Implementing time-outs (safely)

Thyme is a herb that grows in gardens. I’ve come across a lot of code that implements time-outs a bit like this:

int update(/* ... */, unsigned long dtime)
{
    /* ... */
    ...->updateTimeout(dtime);
    checkExpiredTimes(dtime);
    /* ... */

    return remaining_time_til_next_time;
}

While this approach works, everything hangs on the calling code knowing how much time elapsed since it last called you. If for any reason, it “forgets” when that happened (and calling code is more often forgetful than I would like) the library code becomes buggy, sometimes missing deadlines by several seconds.

A simple solution to this exists: in stead of using relative times for your time-outs, use times relative to an epoch – that is, in stead of saying “call me back in two minutes” say “call me back at 5 PM”.

For a time-out, this works as follows:

Choose a monotonic counter of some kind. The HPET is perfect for this kinda thing if you happen to have one, but there’s usually a tick counter around somewhere – just make sure it’s a monotonic counter, so it won’t roll back or jump around. It’s also nice if you can read it fairly quickly and its even nicer if it doesn’t roll over too often - at least not more often thatn you’ll look at it.
See what the current value of the counter is.
See what the frequency of the counter is. Ideally, it knows that by itself and it’s a value that won’t change.
See how much time you should wait, and multiply by the frequency. Add that value to the current time and you get your target time (basic math folks – no wizardry here).
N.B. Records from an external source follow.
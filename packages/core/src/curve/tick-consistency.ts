import { MalformedDataError, OutOfDomainError } from "../ground/errors.js";

/** A tick: where it is along its axis, and what is written there. */
export interface AxisTick {
  /** Pixel along the axis: x for the frequency axis, y for the density axis. */
  readonly pixel: number;
  /** Hz; unit/√Hz; or dB re unit/√Hz. */
  readonly value: number;
}

interface Placed {
  readonly pixel: number;
  readonly coordinate: number;
}

/** Pixels a tick may lie off the line of the others before it is taken for a mistake: eyes and scans do better. */
const leastSuspicious = 4;

/**
 * Refuses ticks that cannot be those of one axis: fewer than two distinct ones, places that are no numbers, values that
 * contradict each other. Among four or more the wrong one is found as the tick (or pair of ticks) without which the rest
 * lie on one line.
 */
export function requireConsistentTicks(
  name: string,
  ticks: readonly AxisTick[],
  placed: readonly Placed[],
  sigma: number,
): void {
  const stray = ticks.findIndex(({ pixel }) => !Number.isFinite(pixel));
  if (stray >= 0)
    throw new OutOfDomainError(
      `Tick ${stray + 1} of the ${name} axis needs a finite pixel; got ${ticks[stray]?.pixel}.`,
    );
  const places = new Set(placed.map(({ pixel }) => pixel));
  const values = new Set(placed.map(({ coordinate }) => coordinate));
  if (places.size < 2 || values.size < 2)
    throw new OutOfDomainError(
      `The ${name} axis needs at least two ticks at different pixels and with different values; got ${ticks.length}.`,
    );
  if (placed.length < 3) return;
  const limit = Math.max(8 * sigma, leastSuspicious);
  if (worstOff(placed) <= limit && inOrder(placed)) return;
  const suspects = findSuspects(placed, limit, name === "frequency" ? 1 : -1);
  const said = (index: number): string => `tick ${index + 1} (${ticks[index]?.value} at pixel ${ticks[index]?.pixel})`;
  if (suspects === undefined)
    throw new MalformedDataError(
      `The ticks of the ${name} axis do not lie on one line, by up to ${worstOff(placed).toFixed(1)} pixels; check their values and pixels, or the kind of the axis.`,
    );
  const off = Math.max(...suspects.map((index) => distanceFromOthers(placed, suspects, index)));
  throw new MalformedDataError(
    `The ${name} axis contradicts itself at ${suspects.map(said).join(" and ")}: ${off.toFixed(0)} pixels from where the other ticks put ${suspects.length === 1 ? "it" : "them"}; check for a wrong power of ten, a miscounted grid line${suspects.length === 1 ? "" : " or two values swapped"}.`,
    { index: suspects[0] as number },
  );
}

/**
 * The one tick without which the rest lie on one line, else the two that lie on it once swapped. Three ticks of four can
 * lie on a line by accident when two are swapped; then the fourth would be far off, and the swap is the likelier mistake.
 * Swapping the outer or the inner two of four can both give a line: the usual direction of the axis decides.
 */
function findSuspects(placed: readonly Placed[], limit: number, usual: 1 | -1): readonly number[] | undefined {
  const indices = placed.map((_, index) => index);
  const single = best(
    indices.map((index) => [index]),
    limit,
    ([out]) => {
      const rest = placed.filter((_, index) => index !== out);
      return rest.length >= 3 && inOrder(rest) ? worstOff(rest) : Number.POSITIVE_INFINITY;
    },
  );
  const pair = best(
    indices.flatMap((one) => indices.filter((other) => other > one).map((other) => [one, other])),
    limit,
    ([one, other]) => {
      const back = swapped(placed, one as number, other as number);
      const against = Math.sign(lineThrough(back).slope) === usual ? 0 : 0.5 * limit;
      return inOrder(back) ? worstOff(back) + against : Number.POSITIVE_INFINITY;
    },
  );
  if (single === undefined || pair === undefined) return single ?? pair;
  const pixels = placed.map(({ pixel }) => pixel);
  const spacing = (Math.max(...pixels) - Math.min(...pixels)) / (placed.length - 1);
  return distanceFromOthers(placed, single, single[0] as number) > 1.5 * spacing ? pair : single;
}

function best(
  candidates: readonly (readonly number[])[],
  limit: number,
  offWithout: (out: readonly number[]) => number,
): readonly number[] | undefined {
  let found: readonly number[] | undefined;
  let least = limit;
  for (const out of candidates) {
    const off = offWithout(out);
    if (off <= least) [found, least] = [out, off];
  }
  return found;
}

function swapped(placed: readonly Placed[], one: number, other: number): readonly Placed[] {
  const a = placed[one] as Placed;
  const b = placed[other] as Placed;
  return placed.map((tick, index) => {
    if (index === one) return { pixel: tick.pixel, coordinate: b.coordinate };
    return index === other ? { pixel: tick.pixel, coordinate: a.coordinate } : tick;
  });
}

function inOrder(placed: readonly Placed[]): boolean {
  const byPixel = placed.toSorted((one, other) => one.pixel - other.pixel);
  const steps = byPixel
    .slice(1)
    .map((tick, index) => Math.sign(tick.coordinate - (byPixel[index] as Placed).coordinate));
  return steps.every((step) => step === steps[0] && step !== 0);
}

function worstOff(placed: readonly Placed[]): number {
  const { offset, slope } = lineThrough(placed);
  return Math.max(...placed.map(({ pixel, coordinate }) => Math.abs(pixel - offset - slope * coordinate)));
}

function distanceFromOthers(placed: readonly Placed[], suspects: readonly number[], index: number): number {
  const { offset, slope } = lineThrough(placed.filter((_, at) => !suspects.includes(at)));
  const { pixel, coordinate } = placed[index] as Placed;
  return Math.abs(pixel - offset - slope * coordinate);
}

/** Least squares of pixel over coordinate. */
function lineThrough(placed: readonly Placed[]): { readonly offset: number; readonly slope: number } {
  const count = placed.length;
  const meanPixel = placed.reduce((sum, { pixel }) => sum + pixel, 0) / count;
  const mean = placed.reduce((sum, { coordinate }) => sum + coordinate, 0) / count;
  let square = 0;
  let product = 0;
  for (const { pixel, coordinate } of placed) {
    square += (coordinate - mean) ** 2;
    product += (coordinate - mean) * (pixel - meanPixel);
  }
  const slope = product / square;
  return { offset: meanPixel - slope * mean, slope };
}
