import type { DecimalMark } from "../ground/decimal.js";
import { quoted } from "../ground/quoted.js";
import { typedQuantity, type UnitReader } from "../ground/typed-quantity.js";
import type { UnitKind, UnitProblem, UnitReading } from "../ground/unit.js";

const nepersPerDb = Math.LN10 / 20;

/** Factor from an uncertainty as written to that of the density: dB are the same for both, a ratio of a square halves. */
export function uncertaintyScale(unit: UnitReading, of: UnitKind): number | undefined {
  if (unit.unit === "dB") return nepersPerDb;
  if (unit.unit !== "1") return undefined;
  return of === "powerDensity" ? 0.5 : 1;
}

/** Reads `5 %`, `± 0.4 dB`, or a number in the unit of its column, as relative standard uncertainty of the density. */
export function relativeUncertainty(
  text: string,
  given: UnitReading | undefined,
  of: UnitKind,
  mark?: DecimalMark,
  reader?: UnitReader,
): { readonly value: number } | UnitProblem {
  const plain = text.startsWith("±") ? text.slice(1).trimStart() : text;
  const found = typedQuantity(plain, given, mark, reader);
  if ("problem" in found) return found;
  const scale = uncertaintyScale(found.unit, of);
  if (scale === undefined) return { problem: `${quoted(text)} is in ${found.unit.unit}` };
  return { value: scale * found.value };
}
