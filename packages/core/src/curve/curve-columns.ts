import { unwrapped } from "../ground/base-unit.js";
import { quoted } from "../ground/quoted.js";
import { readUnit, type UnitProblem, type UnitReading } from "../ground/unit.js";
import { refusal } from "./refusal.js";

/** What a column holds; "common" is an error that all points share (see `CommonEffect`). */
export type ColumnRole = "frequency" | "density" | "uncertainty" | "common";

/** A column of a table. */
export interface Column {
  readonly role: ColumnRole;
  readonly name: string;
  /** Unit of cells that name none. */
  readonly unit: UnitReading | undefined;
}

const example = '"frequency [Hz], density [nV/√Hz]"';

/** Columns of a table without heading: frequency, density and perhaps uncertainty. */
export function plainColumns(count: number): readonly Column[] {
  const roles = ["frequency", "density", "uncertainty"] as const;
  return roles.slice(0, count > 2 ? 3 : 2).map((role) => ({ role, name: "", unit: undefined }));
}

/**
 * What a heading says of its columns. A column is known by its unit, else by its name, else by its place: frequency,
 * density, uncertainty.
 */
export function headingColumns(cells: readonly string[], line: number): readonly Column[] {
  const read = cells.map((cell) => headingCell(cell, line));
  const taken = new Set(read.map(({ role }) => role));
  const open = (["frequency", "density", "uncertainty"] as const).filter((role) => !taken.has(role));
  const columns = read.map((cell): Column => {
    const role = cell.role ?? open.shift();
    if (role !== undefined) return { role, name: cell.name, unit: cell.unit };
    throw refusal(line, `expected columns for frequency, density and uncertainty, got one more, ${quoted(cell.name)}`);
  });
  for (const role of ["frequency", "density", "uncertainty"] as const) {
    const count = columns.filter((column) => column.role === role).length;
    if (count === 0 && role !== "uncertainty")
      throw refusal(
        line,
        `expected a heading such as ${example}, got no column of ${role} in ${quoted(cells.join(" | "))}`,
      );
    if (count > 1)
      throw refusal(
        line,
        `expected one column of ${role}, got ${count} in ${quoted(cells.join(" | "))}; a text holds one curve`,
      );
  }
  return columns;
}

interface HeadingCell {
  readonly name: string;
  readonly unit: UnitReading | undefined;
  readonly role: ColumnRole | undefined;
}

function headingCell(cell: string, line: number): HeadingCell {
  const { name, unit } = nameAndUnit(cell);
  if (unit !== undefined && "problem" in unit)
    throw refusal(line, `expected a heading such as ${example}, but ${unit.problem}`);
  const common = /^common\b:?\s*(.*)$/i.exec(name);
  if (common !== null) return { name: common[1] ?? "", unit, role: "common" };
  if (unit === undefined) return { name, unit, role: /uncertainty/i.test(name) ? "uncertainty" : undefined };
  const role = roleOf(unit);
  if (role !== undefined) return { name, unit, role };
  throw refusal(
    line,
    `expected a heading such as ${example}, but ${quoted(cell)} is in ${unit.unit}, which is neither a frequency nor a density`,
  );
}

function roleOf({ kind, unit }: UnitReading): ColumnRole | undefined {
  if (kind !== "signal") return "density";
  if (unit === "Hz") return "frequency";
  return unit === "1" || unit === "dB" ? "uncertainty" : undefined;
}

interface NameAndUnit {
  readonly name: string;
  readonly unit: UnitReading | UnitProblem | undefined;
}

/** `frequency [Hz]`, `nV/√Hz`, `f/kHz`, `e_n (nV/sqrt(Hz))`, `frequency in Hz`, or a name alone. */
function nameAndUnit(cell: string): NameAndUnit {
  const bracket = cell.indexOf("[");
  if (bracket >= 0) {
    const close = cell.lastIndexOf("]");
    return {
      name: cell.slice(0, bracket).trim(),
      unit: readUnit(cell.slice(bracket + 1, close > bracket ? close : undefined)),
    };
  }
  return (
    meant("", cell) ??
    split(cell, cell.indexOf("/")) ??
    inParentheses(cell) ??
    split(cell, cell.lastIndexOf(" ")) ?? { name: cell, unit: undefined }
  );
}

function inParentheses(cell: string): NameAndUnit | undefined {
  const open = cell.indexOf("(");
  const close = cell.lastIndexOf(")");
  if (open < 0 || close < open) return undefined;
  const name = cell.slice(0, open).trim();
  const inside = cell.slice(open + 1, close);
  // "(typical)" belongs to the name; what has a slash was meant as a unit
  return meant(name, inside) ?? (inside.includes("/") ? { name, unit: readUnit(inside) } : undefined);
}

function split(cell: string, at: number): NameAndUnit | undefined {
  return at > 0 ? meant(cell.slice(0, at).trim(), cell.slice(at + 1).trim()) : undefined;
}

/** A text as the unit of a column, where it is one of a column or was surely meant as one. */
function meant(name: string, text: string): NameAndUnit | undefined {
  const unit = readUnit(unwrapped(text));
  const isUnit = "problem" in unit ? unit.meantAsUnit === true : roleOf(unit) !== undefined && text !== "1";
  return isUnit ? { name, unit } : undefined;
}
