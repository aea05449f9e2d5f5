/** Relative standard uncertainty (k = 1) of a point that states none: what a careful eye reads off a plot. */
export const assumedPointUncertainty = 0.05;
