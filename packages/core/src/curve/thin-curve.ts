import { requireBetween } from "../ground/domain.js";
import { refuseUnknownKeys } from "../ground/options.js";
import type { CommonEffect, Curve, CurvePoint } from "./curve.js";

/** Relative change of the RMS of any band that thinning may cause, unless given. */
export const thinCurveTolerance = 1e-3;

/**
 * The fewest points of a curve whose straight lines in log-log stay within a tolerance of all the points left out, so that
 * the RMS of every band, each octave among them, changes by no more than the tolerance.
 *
 * From each point kept the next is the furthest one to which a line passes every point between within the tolerance; the
 * slopes still open form a cone that only narrows, so the work is linear in the points looked at.
 *
 * @param curve - any curve; a traced path of 1e5 points is what this is for.
 * @param options - `tolerance`: relative change allowed of the density between kept points; 0.1 % unless given.
 * @returns a curve of some of the same points, ends included.
 * @throws OutOfDomainError for a tolerance that is not between 0 and 0.5.
 *
 * @example
 * ```ts
 * import { curveFromPoints, thinCurve } from "@quietband/core";
 * const points = Array.from({ length: 1000 }, (_, k) => ({ frequency: 1 + k, density: 1e-8 }));
 * thinCurve(curveFromPoints(points, { unit: "V" })).points.length; // → 2
 * ```
 */
export function thinCurve(curve: Curve, options: { readonly tolerance?: number | undefined } = {}): Curve {
  refuseUnknownKeys("thinCurve", ["tolerance"], options);
  const tolerance = options.tolerance ?? thinCurveTolerance;
  requireBetween("tolerance", tolerance, [0, 0.5], { low: true });
  const kept = keptIndices(curve.points, Math.log1p(tolerance));
  const points = kept.map((index) => curve.points[index] as CurvePoint);
  const effects = curve.commonEffects?.map(
    (effect): CommonEffect =>
      Object.freeze({ ...effect, effects: Object.freeze(kept.map((index) => effect.effects[index] ?? 0)) }),
  );
  return Object.freeze({
    ...curve,
    points: Object.freeze(points),
    ...(effects !== undefined && { commonEffects: Object.freeze(effects) }),
  });
}

function keptIndices(points: readonly CurvePoint[], slack: number): number[] {
  const x = Float64Array.from(points, ({ frequency }) => Math.log(frequency));
  const y = Float64Array.from(points, ({ density }) => Math.log(density));
  const last = points.length - 1;
  const kept = [0];
  let anchor = 0;
  while (anchor < last) {
    let reach = anchor + 1;
    let steepest = Number.POSITIVE_INFINITY;
    let flattest = Number.NEGATIVE_INFINITY;
    for (let index = anchor + 1; index <= last && flattest <= steepest; index += 1) {
      const run = (x[index] as number) - (x[anchor] as number);
      const rise = (y[index] as number) - (y[anchor] as number);
      if (rise / run >= flattest && rise / run <= steepest) reach = index;
      steepest = Math.min(steepest, (rise + slack) / run);
      flattest = Math.max(flattest, (rise - slack) / run);
    }
    kept.push(reach);
    anchor = reach;
  }
  return kept;
}
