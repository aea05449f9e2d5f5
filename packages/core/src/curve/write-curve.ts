import { takesPrefix } from "../ground/base-unit.js";
import { OutOfDomainError } from "../ground/errors.js";
import { prefixSymbol } from "../ground/prefix.js";
import { quoted } from "../ground/quoted.js";
import { decimalExponent, writeNumber } from "../ground/write-number.js";
import { assumedPointUncertainty } from "./assumed-point-uncertainty.js";
import type { CommonEffect, Curve, CurvePoint } from "./curve.js";
import { asideMark } from "./curve-cells.js";
import { writeComment } from "./curve-comments.js";
import { tidyText } from "./tidy-text.js";

const separator = ", ";

/**
 * Writes a curve as the text that `readCurve` reads back to an equal curve, to the last bit; only the line numbers of its points
 * are those of the new text.
 *
 * @param curve - any curve; errors that its points share are written as columns of their own.
 * @returns settings and provenance as comments, a heading, a row a point.
 * @throws OutOfDomainError for a common error whose name cannot stand in a heading.
 *
 * @example
 * ```ts
 * import { readCurve, writeCurve } from "@quietband/core";
 * const text = writeCurve(readCurve("1 kHz, 85 nV/√Hz\n10 Hz, 0.12 µV/√Hz"));
 * text.split("\n")[0]; // → frequency [Hz], density [nV/√Hz]
 * text.split("\n")[1]; // → 10, 120
 * ```
 */
export function writeCurve(curve: Curve): string {
  const { points, commonEffects = [] } = curve;
  const exponent = densityExponent(curve);
  const withUncertainty =
    curve.uncertaintyIs === "given" || points.some(({ uncertainty }) => uncertainty !== assumedPointUncertainty);
  const heading = [
    "frequency [Hz]",
    `density [${prefixSymbol(exponent) ?? ""}${curve.unit}/√Hz]`,
    ...(withUncertainty ? ["uncertainty [%]"] : []),
    ...commonEffects.map(({ name }) => `common ${headingName(name)} [%]`),
  ];
  const rows = points.map((point, index) =>
    [
      writeNumber(point.frequency),
      writeNumber(point.density, { shift: -exponent }),
      ...(withUncertainty ? [uncertaintyCell(point, curve)] : []),
      ...commonEffects.map((effect) => percent(effectAt(effect, index))),
      ...(point.inFit ? [] : [asideMark]),
    ].join(separator),
  );
  return [
    ...(curve.label === "" ? [] : [writeComment({ key: "label", value: curve.label })]),
    ...curve.source.map((entry) => writeComment(entry)),
    ...(curve.commonUncertainty === 0
      ? []
      : [writeComment({ key: "axis uncertainty", value: `${percent(curve.commonUncertainty)} %` })]),
    heading.join(separator),
    ...rows,
    "",
  ].join("\n");
}

/** The prefix that gives the middle density one to three digits before the point. */
function densityExponent({ points, unit }: Curve): number {
  const middle = points[points.length >> 1];
  if (middle === undefined || !takesPrefix(unit)) return 0;
  const exponent = 3 * Math.floor(decimalExponent(middle.density) / 3);
  return prefixSymbol(exponent) === undefined ? 0 : exponent;
}

/** A dash where the curve's points are assumed to have 5 %, so that reading assumes it again. */
function uncertaintyCell({ uncertainty }: CurvePoint, { uncertaintyIs }: Curve): string {
  return uncertaintyIs === "assumed" && uncertainty === assumedPointUncertainty ? "-" : percent(uncertainty);
}

/** The decimal digits of a ratio, moved by two places. */
function percent(ratio: number): string {
  return writeNumber(ratio, { shift: 2 });
}

function effectAt({ name, effects }: CommonEffect, index: number): number {
  const effect = effects[index];
  if (effect !== undefined && Number.isFinite(effect)) return effect;
  throw new OutOfDomainError(
    `The common error ${quoted(name)} must have a finite effect on each point; point ${index} has ${effect}.`,
  );
}

function headingName(name: string): string {
  if (name === tidyText(name) && !/[,;#[\]]|^:/.test(name)) return name;
  throw new OutOfDomainError(
    `A common error must have a name that can stand in a heading, without separators, brackets and #; got ${quoted(name)}.`,
  );
}
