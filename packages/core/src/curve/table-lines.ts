import { MalformedDataError } from "../ground/errors.js";
import type { CurveSourceEntry } from "./curve.js";

/** One line of a table that holds cells. */
export interface TableLine {
  /** Counted from 1. */
  readonly line: number;
  readonly cells: readonly string[];
}

/** A text taken apart: comments, an optional heading, rows. */
export interface TableText {
  readonly source: readonly CurveSourceEntry[];
  readonly heading: TableLine | undefined;
  readonly rows: readonly TableLine[];
  readonly decimalComma: boolean;
}

/** Most rows, and longest line in characters, that are read. */
export const mostRows = 1_000_000;
export const longestLine = 1000;

type Separator = ";" | "\t" | "," | " ";

/**
 * Takes a typed table apart in one pass. The separator is the first of semicolon, tab, comma, blanks that the first line with
 * a number has; with semicolon or tab a comma is a decimal sign.
 */
export function tableLines(text: string): TableText {
  const lines = text.split(/\r\n|\n|\r/);
  const source: CurveSourceEntry[] = [];
  const filled: { readonly line: number; readonly text: string }[] = [];
  for (const [index, whole] of lines.entries()) {
    if (whole.length > longestLine)
      throw new MalformedDataError(
        `Line ${index + 1} has ${whole.length} characters; a row of a curve has at most ${longestLine}. Is this the right file?`,
        { line: index + 1 },
      );
    const mark = whole.indexOf("#");
    if (mark >= 0) pushComment(source, whole.slice(mark + 1).trim(), whole.slice(0, mark).trim() === "");
    const content = (mark >= 0 ? whole.slice(0, mark) : whole).replace(/^\uFEFF/, "").trim();
    if (content !== "") filled.push({ line: index + 1, text: content });
  }
  const firstRow = filled.find(({ text: content }) => startsNumber(content));
  const separator = separatorOf(firstRow?.text ?? "");
  const [first] = filled;
  const hasHeading = first !== undefined && !startsNumber(first.text);
  const rows = hasHeading ? filled.slice(1) : filled;
  if (rows.length > mostRows)
    throw new MalformedDataError(`A curve has at most ${mostRows} rows; got ${rows.length}.`, {
      line: rows[mostRows]?.line ?? 0,
    });
  return {
    source,
    heading: hasHeading ? { line: first.line, cells: split(first.text, separator) } : undefined,
    rows: rows.map(({ line, text: content }) => ({ line, cells: split(content, separator) })),
    decimalComma: separator === ";" || separator === "\t",
  };
}

function pushComment(source: CurveSourceEntry[], comment: string, alone: boolean): void {
  if (comment === "") return;
  const colon = comment.indexOf(":");
  const key = colon > 0 ? comment.slice(0, colon).trim() : "";
  if (alone && key !== "" && key.length <= 40) source.push({ key, value: comment.slice(colon + 1).trim() });
  else source.push({ key: "", value: comment });
}

function startsNumber(text: string): boolean {
  return /^[+\-−]?[.,]?\d/.test(text);
}

function separatorOf(row: string): Separator {
  for (const separator of [";", "\t", ","] as const) if (row.includes(separator)) return separator;
  return " ";
}

function split(text: string, separator: Separator): string[] {
  if (separator !== " ") return text.split(separator).map((cell) => cell.trim());
  return joinUnits(text.split(/\s+/));
}

/** Between blanks a word that is no number belongs to the cell before it: "1.2 kHz", "density [V/√Hz]", "5 %". */
function joinUnits(words: readonly string[]): string[] {
  const cells: string[] = [];
  for (const word of words) {
    const attached =
      cells.length > 0 && word !== "aside" && !startsNumber(word) && isUnitLike(word, cells.at(-1) ?? "");
    if (attached) cells.push(`${cells.pop() ?? ""} ${word}`);
    else cells.push(word);
  }
  return cells;
}

/** After a number any word is its unit; after a heading's word only one in brackets is. */
function isUnitLike(word: string, before: string): boolean {
  return startsNumber(before) || word.startsWith("[") || word.startsWith("(");
}
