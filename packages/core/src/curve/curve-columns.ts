import { unwrapped } from "../ground/base-unit.js";
import { quoted } from "../ground/quoted.js";
import { readUnit, type UnitProblem, type UnitReading } from "../ground/unit.js";
import { refusal } from "./refusal.js";

/** What a column holds; "common" is an error that all points share (see `CommonEffect`). */
type ColumnRole = "frequency" | "density" | "uncertainty" | "common";

/** A column of a table. */
export interface Column {
  readonly role: ColumnRole;
  readonly name: string;
  /** Unit of cells that name none. */
  readonly unit: UnitReading | undefined;
}

const example = '"frequency [Hz], density [nV/√Hz]"';

/** Columns of a table without heading: frequency, density and perhaps uncertainty. */
export function plainColumns(count: number): readonly Column[] {
  const roles = ["frequency", "density", "uncertainty"] as const;
  return roles.slice(0, count > 2 ? 3 : 2).map((role) => ({ role, name: "", unit: undefined }));
}

/** What a heading says of its columns: known by their units, else by name, else by place, frequency before density. */
export function headingColumns(cells: readonly string[], line: number): readonly Column[] {
  const read = cells.map((cell) => headingCell(cell, line));
  const taken = new Set(read.map(({ role }) => role));
  const open = (["frequency", "density"] as const).filter((role) => !taken.has(role));
  const columns = read.map((cell): Column => {
    const role = cell.role ?? open.shift();
    if (role !== undefined) return { role, name: cell.name, unit: cell.unit };
    throw refusal(line, `expected columns of frequency, density and uncertainty, got one more, ${quoted(cell.name)}`);
  });
  for (const role of ["frequency", "density", "uncertainty"] as const) {
    const count = columns.filter((column) => column.role === role).length;
    if (count === 0 && role !== "uncertainty")
      throw refusal(
        line,
        `expected a heading such as ${example}, got no column of ${role} in ${quoted(cells.join(" | "))}`,
      );
    if (count > 1)
      throw refusal(
        line,
        `expected one column of ${role}, got ${count} in ${quoted(cells.join(" | "))}; a text holds one curve`,
      );
  }
  return columns;
}

interface HeadingCell {
  readonly name: string;
  readonly unit: UnitReading | undefined;
  readonly role: ColumnRole | undefined;
}

function headingCell(cell: string, line: number): HeadingCell {
  const { name, unit } = nameAndUnit(cell);
  if (unit === undefined) return { name, unit, role: namesUncertainty(name) ? "uncertainty" : undefined };
  if ("problem" in unit) throw refusal(line, `expected a heading such as ${example}, but ${unit.problem}`);
  if (unit.kind !== "signal") return { name, unit, role: "density" };
  if (unit.unit === "Hz") return { name, unit, role: "frequency" };
  const common = /^common\b:?\s*(.*)$/i.exec(name);
  if (isRelative(unit) && common !== null) return { name: common[1] ?? "", unit, role: "common" };
  if (isRelative(unit) && namesUncertainty(name)) return { name, unit, role: "uncertainty" };
  throw refusal(
    line,
    `expected columns of frequency, density (as nV/√Hz or dBV/√Hz) and uncertainty, got ${quoted(cell)} in ${unit.unit}`,
  );
}

/** A ratio or dB that is named otherwise is a gain or a distortion, and must not pass for an uncertainty. */
function namesUncertainty(name: string): boolean {
  return name === "" || /uncertainty|error|±|σ|sigma|^u\b/i.test(name);
}

function isRelative({ unit }: UnitReading): boolean {
  return unit === "1" || unit === "dB";
}

interface NameAndUnit {
  readonly name: string;
  readonly unit: UnitReading | UnitProblem | undefined;
}

/** `frequency [Hz]`, `nV/√Hz`, `f/kHz`, `e_n (nV/sqrt(Hz))`, `frequency in Hz`, or a name alone. */
function nameAndUnit(cell: string): NameAndUnit {
  const bracket = cell.indexOf("[");
  if (bracket >= 0) {
    const close = cell.lastIndexOf("]");
    return {
      name: cell.slice(0, bracket).trim(),
      unit: readUnit(cell.slice(bracket + 1, close > bracket ? close : undefined)),
    };
  }
  return (
    meant("", cell) ??
    split(cell, cell.indexOf("/")) ??
    inParentheses(cell) ??
    split(cell, cell.lastIndexOf(" ")) ?? { name: cell, unit: undefined }
  );
}

function inParentheses(cell: string): NameAndUnit | undefined {
  const open = cell.indexOf("(");
  const close = cell.lastIndexOf(")");
  if (open < 0 || close < open) return undefined;
  const name = cell.slice(0, open).trim();
  const inside = cell.slice(open + 1, close);
  // "(typical)" belongs to the name; what has a slash was meant as a unit
  return meant(name, inside) ?? (inside.includes("/") ? { name, unit: readUnit(inside) } : undefined);
}

function split(cell: string, at: number): NameAndUnit | undefined {
  return at > 0 ? meant(cell.slice(0, at).trim(), cell.slice(at + 1).trim()) : undefined;
}

/** A text as the unit of a column, where it is one of a column or was surely meant as one. */
function meant(name: string, text: string): NameAndUnit | undefined {
  const unit = readUnit(unwrapped(text));
  if ("problem" in unit) return unit.meantAsUnit === true ? { name, unit } : undefined;
  const isOfColumn = unit.kind !== "signal" || unit.unit === "Hz" || isRelative(unit);
  return isOfColumn && text !== "1" ? { name, unit } : undefined;
}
Now that you have your target time, you ask to be called back target_time - curr_time from now (so calling code still gets a delta, which many calling codes like because they can sleep on it – also they don’t need to know which counter you used. When you do get called back, you don’t have to update any values to subtract the latest delta (like many implementations do): just check two things:

is the current time greater than the target time? If so, time-out!
is the difference between the target time and the current time greater than half the capacity of the counter (i.e. is $targettime - currtime > \frac{\max_{time}}{2}$) - that’s a sure sign it’s overflowed, in which case you can also see it as a time-out (unless your time-out is more than half the capacity of the counter, in which case you need a better counter)

You don’t need to check for overflows in most cases, because in most cases, your counter will never overflow: a 64-bit counter at 50 MHz – which is fairly typical in some embedded systems – will overflow in over 11,000 years; a 64-bit counter at 1 GHz will still take decades to overflow; 32-bit counters are far more prone to overflow: anything above 49 KHz will overflow in a day, but there are tricks to make a 32-bit counter into a 64-bit counter without too much effort.